» Your objective
In the entries below, filter for the word "gapsElsewhere" and copy every matching line.

- Opening Delimiter -

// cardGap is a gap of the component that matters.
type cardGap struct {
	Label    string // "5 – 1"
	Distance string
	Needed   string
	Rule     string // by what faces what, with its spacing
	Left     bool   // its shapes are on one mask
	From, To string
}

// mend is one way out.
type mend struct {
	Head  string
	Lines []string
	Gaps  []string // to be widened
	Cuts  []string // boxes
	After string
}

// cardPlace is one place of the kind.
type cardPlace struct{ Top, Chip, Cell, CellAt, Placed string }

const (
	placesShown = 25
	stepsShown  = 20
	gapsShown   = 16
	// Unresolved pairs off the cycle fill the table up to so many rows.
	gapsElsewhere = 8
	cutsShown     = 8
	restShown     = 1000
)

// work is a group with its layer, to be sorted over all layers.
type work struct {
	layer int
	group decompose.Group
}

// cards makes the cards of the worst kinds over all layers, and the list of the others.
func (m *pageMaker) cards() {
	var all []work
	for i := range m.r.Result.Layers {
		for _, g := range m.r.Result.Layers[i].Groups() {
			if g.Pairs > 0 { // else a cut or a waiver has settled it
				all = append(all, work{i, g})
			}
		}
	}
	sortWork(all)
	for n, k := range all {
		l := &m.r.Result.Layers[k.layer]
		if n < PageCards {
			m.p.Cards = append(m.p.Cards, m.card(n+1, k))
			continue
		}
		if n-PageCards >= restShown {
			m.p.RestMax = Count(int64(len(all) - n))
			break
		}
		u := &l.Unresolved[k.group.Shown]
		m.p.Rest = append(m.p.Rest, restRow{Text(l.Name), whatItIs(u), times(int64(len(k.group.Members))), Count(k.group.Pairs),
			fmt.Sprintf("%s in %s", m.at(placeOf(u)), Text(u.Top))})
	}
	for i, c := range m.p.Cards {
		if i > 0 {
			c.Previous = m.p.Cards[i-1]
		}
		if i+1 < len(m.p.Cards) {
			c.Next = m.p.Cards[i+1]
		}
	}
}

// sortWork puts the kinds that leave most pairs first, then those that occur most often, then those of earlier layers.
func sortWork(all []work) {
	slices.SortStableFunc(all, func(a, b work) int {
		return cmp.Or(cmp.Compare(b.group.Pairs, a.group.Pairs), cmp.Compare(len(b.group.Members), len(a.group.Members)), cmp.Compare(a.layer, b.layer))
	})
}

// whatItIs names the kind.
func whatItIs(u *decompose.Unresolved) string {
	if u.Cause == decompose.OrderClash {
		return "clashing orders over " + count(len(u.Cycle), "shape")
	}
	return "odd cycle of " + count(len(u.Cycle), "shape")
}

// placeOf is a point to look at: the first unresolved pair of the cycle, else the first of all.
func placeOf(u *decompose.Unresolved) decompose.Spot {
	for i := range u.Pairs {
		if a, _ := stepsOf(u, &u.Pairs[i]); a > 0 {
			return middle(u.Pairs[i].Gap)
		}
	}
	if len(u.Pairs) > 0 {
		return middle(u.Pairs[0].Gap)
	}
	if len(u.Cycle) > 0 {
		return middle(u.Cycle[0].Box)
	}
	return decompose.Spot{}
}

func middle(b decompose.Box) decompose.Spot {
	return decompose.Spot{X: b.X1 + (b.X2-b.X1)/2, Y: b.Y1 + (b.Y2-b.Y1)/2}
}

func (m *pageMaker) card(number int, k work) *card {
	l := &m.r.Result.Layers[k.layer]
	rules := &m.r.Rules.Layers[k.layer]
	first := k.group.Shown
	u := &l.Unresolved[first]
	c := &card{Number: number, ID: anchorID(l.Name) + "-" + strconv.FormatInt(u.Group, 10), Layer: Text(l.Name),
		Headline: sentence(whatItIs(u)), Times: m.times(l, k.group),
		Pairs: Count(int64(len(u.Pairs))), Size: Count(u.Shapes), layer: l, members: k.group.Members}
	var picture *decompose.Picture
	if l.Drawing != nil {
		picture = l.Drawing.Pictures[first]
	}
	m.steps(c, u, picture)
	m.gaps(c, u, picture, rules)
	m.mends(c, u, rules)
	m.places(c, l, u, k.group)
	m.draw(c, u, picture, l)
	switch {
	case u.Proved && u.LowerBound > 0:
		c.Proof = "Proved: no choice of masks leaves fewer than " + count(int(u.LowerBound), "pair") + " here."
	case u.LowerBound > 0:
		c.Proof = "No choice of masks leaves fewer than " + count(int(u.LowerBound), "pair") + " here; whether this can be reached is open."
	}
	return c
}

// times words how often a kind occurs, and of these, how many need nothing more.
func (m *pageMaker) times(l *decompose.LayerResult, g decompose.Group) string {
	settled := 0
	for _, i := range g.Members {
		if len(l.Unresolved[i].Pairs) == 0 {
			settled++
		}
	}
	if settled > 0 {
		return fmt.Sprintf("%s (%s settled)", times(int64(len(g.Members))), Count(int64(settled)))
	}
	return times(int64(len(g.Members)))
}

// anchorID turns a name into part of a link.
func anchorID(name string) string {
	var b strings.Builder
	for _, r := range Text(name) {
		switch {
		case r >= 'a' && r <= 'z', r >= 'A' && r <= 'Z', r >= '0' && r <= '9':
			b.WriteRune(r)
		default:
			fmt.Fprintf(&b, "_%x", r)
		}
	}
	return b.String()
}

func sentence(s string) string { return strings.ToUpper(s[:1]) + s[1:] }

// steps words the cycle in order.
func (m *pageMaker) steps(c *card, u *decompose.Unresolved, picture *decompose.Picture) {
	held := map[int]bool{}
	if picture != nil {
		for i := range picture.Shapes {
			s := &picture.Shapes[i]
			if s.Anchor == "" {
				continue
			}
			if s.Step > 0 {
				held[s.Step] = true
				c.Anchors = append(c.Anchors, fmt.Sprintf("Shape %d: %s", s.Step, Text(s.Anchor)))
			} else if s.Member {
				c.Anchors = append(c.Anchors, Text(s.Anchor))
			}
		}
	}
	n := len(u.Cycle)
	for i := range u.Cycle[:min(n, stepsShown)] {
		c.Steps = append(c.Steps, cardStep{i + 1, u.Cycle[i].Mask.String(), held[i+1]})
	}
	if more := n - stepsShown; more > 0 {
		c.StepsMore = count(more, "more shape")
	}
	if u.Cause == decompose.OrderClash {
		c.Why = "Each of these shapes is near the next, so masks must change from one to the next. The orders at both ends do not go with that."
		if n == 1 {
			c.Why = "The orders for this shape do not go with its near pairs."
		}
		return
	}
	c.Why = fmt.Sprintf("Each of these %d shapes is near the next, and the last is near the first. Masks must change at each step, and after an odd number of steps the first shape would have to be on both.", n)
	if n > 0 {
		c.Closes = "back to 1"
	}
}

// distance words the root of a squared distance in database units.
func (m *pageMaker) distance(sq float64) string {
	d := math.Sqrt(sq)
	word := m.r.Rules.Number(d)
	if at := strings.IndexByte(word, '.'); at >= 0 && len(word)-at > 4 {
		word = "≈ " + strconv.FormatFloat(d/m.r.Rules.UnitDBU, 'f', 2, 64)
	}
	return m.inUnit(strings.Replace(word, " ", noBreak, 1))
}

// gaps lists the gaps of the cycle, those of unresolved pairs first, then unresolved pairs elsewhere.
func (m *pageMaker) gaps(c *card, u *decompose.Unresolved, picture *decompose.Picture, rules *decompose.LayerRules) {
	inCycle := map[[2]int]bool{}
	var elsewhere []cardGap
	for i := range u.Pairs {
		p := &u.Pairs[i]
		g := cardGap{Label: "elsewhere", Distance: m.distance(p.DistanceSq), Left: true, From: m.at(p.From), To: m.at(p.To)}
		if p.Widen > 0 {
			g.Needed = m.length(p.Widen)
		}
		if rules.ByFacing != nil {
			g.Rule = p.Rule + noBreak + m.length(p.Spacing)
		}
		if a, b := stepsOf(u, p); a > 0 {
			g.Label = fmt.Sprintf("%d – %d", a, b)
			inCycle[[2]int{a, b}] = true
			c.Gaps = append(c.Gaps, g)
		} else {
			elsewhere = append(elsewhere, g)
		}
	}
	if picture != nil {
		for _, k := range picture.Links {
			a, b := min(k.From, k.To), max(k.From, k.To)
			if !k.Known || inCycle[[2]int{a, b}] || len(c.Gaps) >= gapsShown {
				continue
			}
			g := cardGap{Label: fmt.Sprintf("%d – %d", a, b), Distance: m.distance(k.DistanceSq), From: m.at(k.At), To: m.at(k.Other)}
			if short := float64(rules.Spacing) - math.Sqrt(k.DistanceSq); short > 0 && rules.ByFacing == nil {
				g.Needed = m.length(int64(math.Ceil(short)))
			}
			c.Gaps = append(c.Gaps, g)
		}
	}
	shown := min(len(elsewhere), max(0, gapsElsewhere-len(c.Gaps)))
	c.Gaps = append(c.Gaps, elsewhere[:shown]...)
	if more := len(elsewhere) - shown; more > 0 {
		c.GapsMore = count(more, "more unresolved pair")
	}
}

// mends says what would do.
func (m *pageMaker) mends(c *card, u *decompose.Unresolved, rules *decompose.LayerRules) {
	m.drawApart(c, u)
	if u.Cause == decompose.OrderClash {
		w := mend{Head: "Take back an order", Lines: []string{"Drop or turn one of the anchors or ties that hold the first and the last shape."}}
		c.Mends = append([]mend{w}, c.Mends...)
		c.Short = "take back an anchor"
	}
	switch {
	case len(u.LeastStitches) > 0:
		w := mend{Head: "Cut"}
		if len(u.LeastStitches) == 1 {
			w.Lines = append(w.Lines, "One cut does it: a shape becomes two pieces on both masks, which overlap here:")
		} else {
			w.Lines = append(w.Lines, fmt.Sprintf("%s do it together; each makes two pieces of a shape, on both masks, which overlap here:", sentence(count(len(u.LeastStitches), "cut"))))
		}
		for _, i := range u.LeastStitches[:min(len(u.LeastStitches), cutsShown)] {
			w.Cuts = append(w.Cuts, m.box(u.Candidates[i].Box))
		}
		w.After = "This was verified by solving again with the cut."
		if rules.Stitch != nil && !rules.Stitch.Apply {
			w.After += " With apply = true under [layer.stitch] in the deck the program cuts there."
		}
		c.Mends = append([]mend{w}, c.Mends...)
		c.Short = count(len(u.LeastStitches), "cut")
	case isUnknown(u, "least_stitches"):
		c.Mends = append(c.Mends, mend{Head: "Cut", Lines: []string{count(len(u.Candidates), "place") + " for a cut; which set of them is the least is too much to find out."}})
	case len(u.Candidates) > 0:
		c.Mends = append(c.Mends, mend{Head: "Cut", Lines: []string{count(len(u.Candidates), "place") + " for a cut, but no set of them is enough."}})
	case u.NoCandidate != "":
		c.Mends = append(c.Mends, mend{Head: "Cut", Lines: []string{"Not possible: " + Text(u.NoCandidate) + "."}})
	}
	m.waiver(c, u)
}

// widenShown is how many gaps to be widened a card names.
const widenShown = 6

- Closing Delimiter -

» Final answer
	gapsElsewhere = 8
	shown := min(len(elsewhere), max(0, gapsElsewhere-len(c.Gaps)))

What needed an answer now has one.